* MSCI world equity index falls 0.99 percent to 226.14
* U.S. dollar eyes largest weekly decline since 1985
* BOJ cuts rates by 20 bps to 0.1 percent, JGB yields fall
By Carolyn Cohn
LONDON, Dec 19 (Reuters) - The dollar looked set on Friday for its biggest weekly decline since 1985 and world stocks fell as weak oil prices and concerns about the U.S. economy worried investors in the last full trading week of 2008.
Japanese government bond yields fell to 3-1/2 year lows after the Bank of Japan cut its key policy rate by 20 basis points to 0.10 percent, the lowest rate since 2006.
Japan joined the global trend for lower interest rates after the United States took rates close to zero earlier this week, with the auto industry the latest focus for concern over the U.S. economy.
General Motors Corp and Chrysler LLC approached a deal on Thursday to secure emergency loans as part of a U.S. government aid package, sources familiar with the talks told Reuters.
"The automakers' issue is a problem for the entire U.S. economy ... and the fall in oil prices is part of a global economic story because of demand issues, and that's dragging on the dollar," said James Hughes, markets analyst at CMC Markets.
"The automakers and oil prices, they're not just dominating the currency markets, they're also dominating the equity markets as well."
The increasingly low-yielding dollar has fallen 4.6 percent on a trade-weighted basis this week, heading for its biggest weekly fall since September 1985, as traders start to close positions for the year ahead of the Christmas break.
The dollar rose 20 percent between July and November, boosted by worries about recession in the euro zone and by a flight to quality during the global financial crisis.
The dollar was steady against the euro at $1.4243 but fell 1 percent against the yen to 88.67 after hitting 13-year lows near 87 earlier this week.
Sterling, which is also suffering from increasingly low yields, hit a record low on a trade-weighted basis and hovered above Thursday's record low to the euro of 95.56 pence.
The MSCI world equity index fell 1.03 percent to 226.04 and the FTSEurofirst 300 index of leading European shares fell 1.05 percent, tracking U.S. and Asian shares, with sinking oil and metal prices hitting energy and mining stocks.
U.S. light crude oil for January delivery, which expires later on Friday, rose 28 cents to $36.50 a barrel after hitting 4-1/2 year lows on Thursday, with a record supply cut by OPEC viewed as a sign of worsening demand.

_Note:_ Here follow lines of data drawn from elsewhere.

"""Precision-targeted cycles: as many cycles at a point as its unidirectional ratio needs.

The stopping rule (pure; the measurement asks it before each point):

    N = ceil(s^2 / (I R target)^2), kept within [min, max]

where s^2 is the variance of one cycle's unidirectional part times I^2 (volts squared, a
property of the voltmeter and the sample, not of the current), pooled over the most recent
points of the target channel until it has POOLED_DOF degrees of freedom (the noise budget's
prediction fills in for what the first points lack), and R that channel's resistance at the
last point (the sample model's before the first).

N is fixed before the point's first reading and uses no reading of the point itself. A rule
that stops when the point's own standard error reaches the target stops early exactly when its
own scatter happens to be small, and so quotes errors that are too small. Here, given N, the
point's noise is that of a fixed-N point: its mean is unbiased and its standard error is the
usual one, with N - 1 degrees of freedom. The target is met on average (as well as the pooled
variance predicts the next point's); points.csv records the cycles each point used
(`n_cycles`), so the reach of the target can be checked afterwards.
"""

from __future__ import annotations

import math
from collections import deque
from dataclasses import dataclass, field

from pydantic import Field, model_validator

from acquire.inputs.protocol import Strict
from acquire.modes.dc_reversal.reduction import t_coverage_factor
from acquire.plan.noise_budget import cycles_for_target
from drivers.quantities import Ratio

POOLED_DOF = 30  # degrees of freedom pooled: the variance then known to ~26 % (sqrt(2/30))


class CycleTarget(Strict):
    """As many cycles at each point as the unidirectional ratio's standard error needs to reach
    `target`. Before each point: N = ceil(s^2 / (I R target)^2) within [min, max], with s^2
    the variance of one cycle's unidirectional part times I^2 pooled over the latest points of
    `channel` (30 degrees of freedom; the noise budget of `estimate` fills in what the first
    points lack), R its last resistance. N uses no reading of the point itself, so the point's mean
    stays unbiased and its error honest (N - 1 degrees of freedom); points.csv's n_cycles
    says what each point used."""

    target: Ratio = Field(gt=0, description="standard error of unidirectional_ratio to reach, "
                          "like '0.05 ppm'")
    min: int = Field(default=3, ge=2, le=10000, description="fewest cycles at a point")
    max: int = Field(default=40, ge=2, le=10000, description="most cycles at a point")
    channel: str | None = Field(
        default=None, description="the channel whose ratio sets the cycles (the first "
        "longitudinal channel when unset)")

    @model_validator(mode="after")
    def ordered(self) -> CycleTarget:
        if self.min > self.max:
            raise ValueError(f"min {self.min} is above max {self.max}; min <= max")
        return self


@dataclass
class CyclePlanner:
    """The rule above, fed with each stored point of the target channel."""

    target: CycleTarget
    prior_variance_V2: float  # the noise budget's s^2
    prior_resistance_ohm: float  # the sample model's R
    history: deque[tuple[float, int]] = field(default_factory=deque)  # (s^2, dof) per point
    resistance_ohm: float | None = None

    def cycles(self, current_A: float) -> int:
        variance = self.pooled_variance_V2()
        resistance = self.resistance_ohm or self.prior_resistance_ohm
        return cycles_for_target(variance, abs(current_A), resistance, self.target.target,
                                 self.target.min, self.target.max)

    def pooled_variance_V2(self) -> float:
        # Until the points give POOLED_DOF degrees of freedom, the budget fills the rest.
        dof = sum(dof for _, dof in self.history)
        missing = max(0, POOLED_DOF - dof)
        total = sum(variance * dof for variance, dof in self.history)
        return (total + missing * self.prior_variance_V2) / (dof + missing)

    def record(self, current_A: float, n_cycles: int, unidirectional_err_ohm: float,
               resistance_ohm: float) -> None:
        """A stored point: its per-cycle variance of U (standard error^2 * n), in volts^2.
        points.csv quotes the 68.3 % Student's t half-width: the t factor comes off first."""
        if n_cycles < 2 or not math.isfinite(unidirectional_err_ohm):
            return
        standard_error = unidirectional_err_ohm / float(t_coverage_factor(n_cycles - 1))
        self.history.append((standard_error**2 * n_cycles * current_A**2, n_cycles - 1))
        while sum(dof for _, dof in self.history) - self.history[0][1] >= POOLED_DOF:
            self.history.popleft()
        if math.isfinite(resistance_ohm) and resistance_ohm > 0:
            self.resistance_ohm = resistance_ohm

Friday is a quadruple witching day, on which stock index futures, stock index options, stock options and individual stock futures all expire.
This is likely to lead to "strange movements in equity markets...and flows that explode", said analysts at Calyon in a client note, adding that:
"It is Friday, six days before Christmas in the middle of a credit crunch and this will only amplify the movements."
Ten-year Japanese government bond yields fell to 1.21 percent, the lowest since July 2005, after the Japanese rate cut.
Euro zone government bond yields were flat at 1.878 percent.